The invention opens up a simple way of introducing a tensile stress in the transverse direction of a running material web. This method is particularly advantageous since it offers various possibilities for controlling this tension in the transverse direction. The tension can be controlled by controlling the roll diameter, the angle of attack α, the immersion depth h, the design of the roll surface, the peripheral speed, the positioning of the spreader roll to the material web, and the static charge. This enables a very fine metering of the forces acting in the transverse direction via various specifications. The method according to the invention is extremely flexible and can advantageously be used for a wide variety of materials and production or processing methods. It enables material webs to be wrinkle-free between rotating rollers and to build up a controlled tensile stress in the transverse direction, so that warping or other disturbances which can arise from the tensions in the longitudinal direction can be reliably avoided.

Claims

claims

1. A method for guiding a sheet-like material web (1), in which the material web (1) runs in an arrangement of rotating rollers at a web speed v _F , characterized in that the material web (1) in its edge region via a spreader roll (2) is guided, which generates a tensile stress in the transverse direction, ie transverse to the running direction of the material web (1), this tension in the transverse direction by regulating the peripheral speed v _{R of} the spreader roller (2) and / or by controlling the angle of attack α and / or Wrap angle ß is controlled and wherein the peripheral speed v _R > web speed v _F.

2. The method according to claim 1, characterized in that the material web (1) is a material web made of a thermoplastic, preferably polyester, polyethylene, polycarbonate, polypropylene or a cycloolefin polymer.

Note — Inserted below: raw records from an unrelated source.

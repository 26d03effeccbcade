//! Deep, long, repeated and random texts: none ends in a panic, none takes long.

use std::fmt::Write as _;
use std::sync::Arc;
use std::time::{Duration, Instant};

use proptest::prelude::{ProptestConfig, any, prop_assert, prop_assert_eq, proptest};
use proptest::sample::select;

use super::{read, shows};
use crate::text::yaml::documents;
use crate::text::{Fault, Kind, Node, Problems, Source};

/// Opens and closes `depth` times.
fn nested(open: &str, close: &str, depth: usize) -> String {
    format!("{}1{}", open.repeat(depth), close.repeat(depth))
}

#[test]
fn nesting_ends_at_a_depth_of_64() {
    for (open, close) in [("[", "]"), ("{a: ", "}"), ("- ", ""), ("? ", "")] {
        let (found, problems) = read(&nested(open, close, 64));
        if open == "? " {
            // A map as a key is refused whatever its depth.
            assert!(problems.iter().all(|problem| problem.message == "a key is a map"), "{problems}");
        } else {
            assert!(problems.is_empty() && found.len() == 1, "{open}: {problems}");
        }
        let (_, problems) = read(&nested(open, close, 65));
        let deepest = "lists and maps stand more than 64 deep within each other";
        assert_eq!(problems.iter().filter(|problem| problem.message == deepest).count(), 1, "{problems}");
    }
    shows(
        &format!("a:\n  {}", nested("[", "", 64)),
        &format!(
            "
s.yaml:2:66  lists and maps stand more than 64 deep within each other
      {}1
      {}~
   expected  a flatter document
",
            "[".repeat(64),
            " ".repeat(63)
        ),
    );
}

#[test]
fn a_document_of_too_many_nodes_is_refused_wherever_they_stand() {
    let most = "the document holds more than 100000 keys and values";
    // The list and its elements.
    let list = |elements: usize| "- 1\n".repeat(elements);
    assert!(read(&list(99_999)).1.is_empty());
    assert_eq!(read(&format!("{}---\n{}", list(99_999), list(99_999))).0.len(), 2);
    for text in [
        list(100_000),
        format!("[{}", "1, ".repeat(200_000)),
        format!("- ? - [{}", "1, ".repeat(500_000)),
        format!("!t &a {{{}", "a: b, ".repeat(300_000)),
        format!("*a [{}", "[], ".repeat(500_000)),
        format!("[{}", "[".repeat(500_000)),
        format!("\"x\": {{{}", "a, ".repeat(500_000)),
    ] {
        let (found, problems) = read(&text);
        let messages: Vec<_> = problems.iter().map(|problem| problem.message.as_str()).collect();
        assert!(found.is_empty() && messages.ends_with(&[most]), "{}: {messages:?}", &text[..9]);
    }
    // Signs of YAML in a text of many lines are no nodes.
    assert!(read(&format!("a: |\n{}", "  b, [c], {d: e} 'f' \"g\"\n".repeat(50_000))).1.is_empty());
}

/// How long reading takes; the limits are generous, for machines that are busy.
fn time(text: &str) -> Duration {
    let source = Source::new("s.yaml", text);
    let started = Instant::now();
    let mut problems = Problems::new();
    let found = documents(&source, &mut problems);
    assert!(!found.is_empty() || !problems.is_empty());
    let _ = problems.to_string();
    started.elapsed()
}

#[test]
fn hostile_nesting_is_refused_at_once() {
    for open in [
        "[",
        "{a: ",
        "- ",
        "? ",
        "[{a: ",
        "- [",
        "a: [",
        "{? ",
        "[? ",
        "- ? ",
        "'",
        "\"",
        "!t ",
        "&a ",
        "- - - - &a ",
    ] {
        let took = time(&open.repeat(100_000));
        assert!(took < Duration::from_millis(500), "{open}: {took:?}");
    }
    let mut bomb = "a0: &a0 [x, x]\n".to_owned();
    for level in 1..40 {
        let below = level - 1;
        writeln!(bomb, "a{level}: &a{level} [*a{below}, *a{below}, *a{below}]").unwrap();
    }
    assert!(time(&bomb) < Duration::from_millis(100));
}

#[test]
fn long_texts_are_read_in_time_that_grows_with_their_length() {
    let repeated = [
        "- a: 1\n",
        "---\na: 1\na: 2\n",
        "---\na: [1}\n",
        "---\na: x: y\n",
        "---\n- &a x\n",
        "---\n\ta\n",
        "---\na: \"\n",
        "---\na: 'b'c\n",
        "a b\n",
        "# remark\n",
        "\n",
        " ",
        "[1, 2],",
        "a,",
        "'a' ",
        "µ: ",
        "- µ # µ\n",
        "a: |\n",
        " |\n  µ\n",
        "- \"µ\"\n",
        "---\n",
        "...\n",
        "- [a: b]\n",
        ": ",
        "? a\n",
        "\t",
        "-\t",
        "a:b\n",
        "\\",
        "{a: b},\n",
        "}",
        "x:\n y: z\n ",
    ];
    for piece in repeated {
        for prefix in ["", "[", "\"", "|\n ", "a: "] {
            let (short, long) = (piece.repeat(20_000 / piece.len()), piece.repeat(640_000 / piece.len()));
            let took = time(&format!("{prefix}{long}"));
            // Eight times more than 32 times the time of a text 32 times shorter, or a quarter of a second, is too much.
            let limit = (time(&format!("{prefix}{short}")) * 32 * 8).max(Duration::from_millis(1_500));
            assert!(took < limit, "{prefix}{piece}: {took:?}");
        }
    }
}

fn check_nodes(node: &Node) -> Result<(), String> {
    let raw = node.source.text.get(node.span.start..node.span.end).ok_or("a span cuts a character")?;
    match &node.kind {
        Kind::Null => {}
        Kind::Scalar(scalar) => {
            if !scalar.quoted && !raw.contains(['\n', '\r']) && raw != scalar.text {
                return Err(format!("{raw:?} was read as {:?}", scalar.text));
            }
            for at in 0..=scalar.text.len() {
                let place = node.fault_place(at..at + 1);
                if place.span.start < node.span.start || place.span.end > node.span.end.max(node.span.start) {
                    return Err(format!("{at} of {:?} stands outside {raw:?}", scalar.text));
                }
                let _ = node.problem(Fault::new(at..at, "x")).to_string();
            }
        }
        Kind::List(list) => list.iter().try_for_each(check_nodes)?,
        Kind::Map(map) => {
            map.iter().try_for_each(|(key, value)| check_nodes(key).and_then(|()| check_nodes(value)))?;
        }
    }
    Ok(())
}

fn check_any_text(text: &str) -> Result<(), String> {
    let source = Source::new("s.yaml", text);
    let started = Instant::now();
    let mut problems = Problems::new();
    let found = documents(&source, &mut problems);
    let shown = problems.to_string();
    if started.elapsed() > Duration::from_secs(2) {
        return Err("took too long".to_owned());
    }
    if found.is_empty() == problems.is_empty() && found.is_empty() {
        return Err("neither a document nor a problem".to_owned());
    }
    if shown.chars().any(|c| c.is_control() && c != '\n') {
        return Err("a control character passed through".to_owned());
    }
    found.iter().try_for_each(|(_, node)| {
        assert!(Arc::ptr_eq(&node.source, &source));
        check_nodes(node)
    })
}

/// Pieces from which YAML, right and wrong, is put together.
const PIECES: &[&str] = &[
    "a",
    "b: ",
    "key:",
    "- ",
    "-",
    "\n",
    "\n  ",
    "\n    ",
    "  ",
    " ",
    "[",
    "]",
    "{",
    "}",
    ", ",
    ",",
    ": ",
    ":",
    "#",
    " # c",
    "\"",
    "'",
    "''",
    "|",
    ">",
    "|\n",
    "a: |\n  ",
    "a: >-\n  ",
    "&x ",
    "*x",
    "!t ",
    "? ",
    "%",
    "@",
    "`",
    "\t",
    "\n---\n",
    "\n...\n",
    "µ",
    "\r\n",
    "\r",
    "\u{85}",
    "\\",
    "\\n",
    "\\\n",
    "\\u00b5",
    "<<: ",
    "~",
    "null",
    "1.5",
    "\u{feff}",
    "\u{2028}",
    "\u{7}",
    "\u{202e}",
    "細胞",
    "+",
    "2",
];

proptest! {
    #![proptest_config(ProptestConfig { failure_persistence: None, ..ProptestConfig::default() })]

    #[test]
    fn any_text_ends_in_documents_or_problems(text in any::<String>()) {
        prop_assert_eq!(check_any_text(&text), Ok(()));
    }

    #[test]
    fn anything_like_yaml_ends_in_documents_or_problems(
        pieces in proptest::collection::vec(select(PIECES), 0..40)
    ) {
        prop_assert_eq!(check_any_text(&pieces.concat()), Ok(()));
    }

    #[test]
    fn a_text_in_quotes_comes_back_with_every_character_in_place(
        text in "[ -~µ±\n]{0,40}", needle in 0_usize..40
    ) {
        let quoted = format!("a: {:?}\n", text);
        let (found, problems) = read(&quoted);
        prop_assert!(problems.is_empty(), "{}", problems);
        let Kind::Map(entries) = &found[0].1.kind else { panic!("{quoted}") };
        let value = &entries[0].1;
        let Kind::Scalar(scalar) = &value.kind else { panic!("{quoted}") };
        prop_assert_eq!(&scalar.text, &text);
        if let Some(c) = text[text.floor_char_boundary(needle)..].chars().next() {
            let start = text.floor_char_boundary(needle);
            let place = value.fault_place(start..start + c.len_utf8());
            let raw = &quoted[place.span.start..place.span.end];
            let expected = match c {
                '"' => "\\\"".to_owned(),
                '\\' => "\\\\".to_owned(),
                '\n' => "\\n".to_owned(),
                other => other.to_string(),
            };
            prop_assert_eq!(raw, expected);
        }
    }
}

3. The method according to claim 1 and / or 2, characterized in that the material web (1) has a thickness of 0.5 to 500 microns, preferably 2 to 200 microns.

4. The method according to one or more of claims 1 to 3, characterized in that the web speed v _{F of} the material web (1) 1 to

Is 2000 m / min.

5. The method according to one or more of claims 1 to 3, characterized in that each edge region is 1 to 10% of the total width of the material web (1).

6. The method according to one or more of claims 1 to 6, characterized in that the spreader roll (2) has a diameter in the range of 1 to 500 mm and the diameter is greater than the width of the spreader roll (2).

7. The method according to one or more of claims 1 to 7, characterized in that the surface of the spreader roll (5) consists of a metallic, conductive surface and an electrical zero potential is applied.

8. The method according to one or more of claims 1 to 8, characterized in that the spreader roll (2) has chamfered or rounded edges.

9. The method according to one or more of claims 1 to 9, characterized in that the spreader roll (2) is connected to a drive which enables regulation of the peripheral speed V _{R of} the spreader roll (2).

10. The method according to one or more of claims 1 to 10, characterized in that at least two spreader rolls (2) are positioned in the two opposite edge regions of the material web (1) and form an angle to the edge of the material web (1) which> 0 ° and <90 °, preferably 2 to 50 °.

11. The method according to one or more of claims 1 to 11, characterized in that the spreader roll (2) is immersed in the material web (1) such that the material web (1) at least partially wraps around the spreader roll (2).

12. The method according to one or more of claims 1 to 12, characterized in that a spray electrode (4) is arranged in the region of the point of impact on the spreader roll (2) such that a load is applied to the material web (1) and the Spreader roll (2) has a conductive surface (5).